From the line containing "audit_lines: int = 0" to the last line of the records below, retype every line exactly and output nothing else.

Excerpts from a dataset
************
"""The durable record store: partitioned TinyDB files, one lock, an index log and an audit log.

Layout under the data directory::

    store.lock                          cross-process lock (filelock)
    records/store.json                  {"schema": N}: the stored schema version
    records/index.log                   one line per record: id partition kind woman pregnancy
    records/<facility>/<YYYY-MM>.json   a pregnancy (by booking month) with all its entries,
                                        and women (by the month they were registered)
    records/<facility>/stock-<YYYY>.json  anti-D stock movements
    audit/<facility>/<YYYY-MM>.jsonl    one JSON line per create, amend, void and import
    backups/rhledger-*.tar.gz           see clinic.store.backup

A write notes what it is about to change in ``records/.journal`` (see ``journal``: a crash
never leaves a stored change without its audit line), appends new records to the index log,
rewrites one partition file (atomically, see ``storage``), appends to the audit log (fsync'd)
and only then returns. ``merge_foreign_many`` does the same for a whole import, rewriting each
partition it touches once.
"""
from __future__ import annotations

import functools
import json
import re
import threading
import uuid
from contextlib import contextmanager
from dataclasses import dataclass, field
from datetime import datetime, timedelta, timezone
from pathlib import Path
from typing import Any, Iterable, Iterator, Mapping

import filelock
from tinydb import TinyDB

from clinic.config import ConfigError, Settings, load_settings
from clinic.records.schema import ENVELOPE_FIELDS, KINDS
from clinic.records.validate import ValidationError, validate_record
from clinic.records.values import parse_utc, utc_text
from clinic.store import backup as backups
from clinic.store import migrate
from clinic.store.audit import AuditLog
from clinic.store.errors import Conflict, NotFound, StoreBusy, StoreCorrupt, StoreError
from clinic.store.index import IndexLog, Loc
from clinic.store.journal import JOURNAL_FILE, Journal
from clinic.store.search import name_score, normalise_name, phone_digits, phones_match, search
from clinic.store.storage import (TABLE, AtomicJSONStorage, PartitionCache, append_lines, atomic_write_bytes,
                                  ensure_dir, file_key, gc_paused)

RECORDS_DIR = "records"
AUDIT_DIR = "audit"
META_FILE = "store.json"
INDEX_FILE = "index.log"
LOCK_FILE = "store.lock"
VERIFIED_FILE = ".verified.json"

SAFE_ID = re.compile(r"^[A-Za-z0-9][A-Za-z0-9_.:-]{0,63}$")
SAFE_FACILITY = re.compile(r"^[A-Za-z0-9_-]{1,32}$")
ORIGIN_VIA = ("card", "bundle")
# Compared when deciding whether two copies of a record hold the same content.
_NOT_CONTENT = ("origin", "schema")
DAY = timedelta(days=1)


_ENVELOPE = frozenset(ENVELOPE_FIELDS)


@functools.lru_cache(maxsize=None)
def _field_names(kind: str) -> frozenset[str]:
    return frozenset(KINDS[kind].field_names)


def fields_of(record: Mapping[str, Any]) -> dict[str, Any]:
    """The kind's fields of a stored record (and derived ones such as dose_iu), no envelope."""
    return {k: v for k, v in record.items() if k not in _ENVELOPE}


def original_fields(record: Mapping[str, Any]) -> dict[str, Any]:
    """The fields as first created: the amendments undone, newest first."""
    out = fields_of(record)
    for am in reversed(record.get("amendments") or []):
        for name, change in (am.get("changes") or {}).items():
            if name in ENVELOPE_FIELDS:
                continue
            if change.get("old") is None:
                out.pop(name, None)
            else:
                out[name] = change["old"]
    return out


def _deep(v: Any) -> Any:
    if isinstance(v, dict):
        return {k: _deep(x) for k, x in v.items()}
    if isinstance(v, list):
        return [_deep(x) for x in v]
    return v


def _copy(record: dict) -> dict:
    """A copy callers may change without touching the read cache (JSON values only)."""
    out = dict(record)
    for k, v in out.items():
        if isinstance(v, (dict, list)):
            out[k] = _deep(v)
    return out


def _content(record: Mapping[str, Any]) -> str:
    return json.dumps({k: v for k, v in record.items() if k not in _NOT_CONTENT}, sort_keys=True,
                      ensure_ascii=False, separators=(",", ":"))


@dataclass
class CheckReport:
    """What ``Store.check`` found: counts and problems (empty when all is well)."""

    counts: dict[str, dict[str, int]] = field(default_factory=dict)  # facility -> kind -> n
    partitions: int = 0
    audit_lines: int = 0
    problems: list[str] = field(default_factory=list)
    notes: list[str] = field(default_factory=list)

    @property
    def ok(self) -> bool:
        return not self.problems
************
# EXERCISE SOLUTION
    audit_lines: int = 0
    problems: list[str] = field(default_factory=list)
    notes: list[str] = field(default_factory=list)

    @property
    def ok(self) -> bool:
        return not self.problems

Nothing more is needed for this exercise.